**** Stored data

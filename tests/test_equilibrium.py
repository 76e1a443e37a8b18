"""Equilibria: what each closure must satisfy, on random charges and on chosen ones."""

import ast
from dataclasses import replace
from pathlib import Path

import numpy as np
import pytest

import equilibria as at
from bothways import InputError, build_mechanism
from bothways.contents import Contents
from bothways.equilibrium import GibbsMinimiser, conserved_by_elements, continuation, equilibria, equilibrium
from bothways.equilibrium.newton import Task, solve
from bothways.equilibrium.possible import possible_species
from equilibria import ATM, R, amounts, contents, minimiser

SHARES = {"hydrogen-oxygen": 0.3, "methane": 0.3, "c1-c4": 0.2, "n-alkanes": 0.1, "thermal-no": 0.05,
          "nitrogen-dioxide": 0.05}
AIR = {"O2": 1.0, "N2": 3.76}


def _all_hold(total: int, seed: int) -> None:
    for name, share in SHARES.items():
        for k, (conserved, charge, given) in enumerate(at.random_cases(name, round(share * total), seed)):
            found = minimiser(name, conserved).solve(charge, **given)
            assert not at.faults(contents(name), charge, given, found), (name, k, conserved, given, found)


def test_ten_thousand_random_equilibria():
    _all_hold(10_000, seed=4)


@pytest.mark.slow
def test_a_hundred_thousand_random_equilibria():
    _all_hold(100_000, seed=5)


def test_a_wrong_composition_is_found_faulty():
    """The checks above can fail: a shift of 1e-11 of one species shows, and one of 1e-8 in ln x."""
    of = contents("methane")
    charge, given = amounts(of.mechanism, {"CH4": 1.0, "O2": 1.5, "N2": 5.6}), {"temperature": 2000.0, "pressure": ATM}
    found = minimiser("methane", "elements").solve(charge, **given)
    assert at.faults(of, charge, given, found) == []
    shifted = replace(found, amount=found.amount * (1 + 1e-11 * (np.arange(53) == of.mechanism.index("CO"))))
    assert "balance" in at.faults(of, charge, given, shifted)
    shifted = replace(found, log_mole_fraction=found.log_mole_fraction + 1e-8 * (np.arange(53) == 4))
    assert at.faults(of, charge, given, shifted) == ["potentials"]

********

§ Your goal:
Produce the records once again, exactly as they stand above.

§ Problem solution:
filename tests/test_equilibrium.py
repository 76e1a443e37a8b18
"""Equilibria: what each closure must satisfy, on random charges and on chosen ones."""

import ast
from dataclasses import replace
from pathlib import Path

import numpy as np
import pytest

import equilibria as at
from bothways import InputError, build_mechanism
from bothways.contents import Contents
from bothways.equilibrium import GibbsMinimiser, conserved_by_elements, continuation, equilibria, equilibrium
from bothways.equilibrium.newton import Task, solve
from bothways.equilibrium.possible import possible_species
from equilibria import ATM, R, amounts, contents, minimiser

SHARES = {"hydrogen-oxygen": 0.3, "methane": 0.3, "c1-c4": 0.2, "n-alkanes": 0.1, "thermal-no": 0.05,
          "nitrogen-dioxide": 0.05}
AIR = {"O2": 1.0, "N2": 3.76}


def _all_hold(total: int, seed: int) -> None:
    for name, share in SHARES.items():
        for k, (conserved, charge, given) in enumerate(at.random_cases(name, round(share * total), seed)):
            found = minimiser(name, conserved).solve(charge, **given)
            assert not at.faults(contents(name), charge, given, found), (name, k, conserved, given, found)


def test_ten_thousand_random_equilibria():
    _all_hold(10_000, seed=4)


@pytest.mark.slow
def test_a_hundred_thousand_random_equilibria():
    _all_hold(100_000, seed=5)


def test_a_wrong_composition_is_found_faulty():
    """The checks above can fail: a shift of 1e-11 of one species shows, and one of 1e-8 in ln x."""
    of = contents("methane")
    charge, given = amounts(of.mechanism, {"CH4": 1.0, "O2": 1.5, "N2": 5.6}), {"temperature": 2000.0, "pressure": ATM}
    found = minimiser("methane", "elements").solve(charge, **given)
    assert at.faults(of, charge, given, found) == []
    shifted = replace(found, amount=found.amount * (1 + 1e-11 * (np.arange(53) == of.mechanism.index("CO"))))
    assert "balance" in at.faults(of, charge, given, shifted)
    shifted = replace(found, log_mole_fraction=found.log_mole_fraction + 1e-8 * (np.arange(53) == 4))
    assert at.faults(of, charge, given, shifted) == ["potentials"]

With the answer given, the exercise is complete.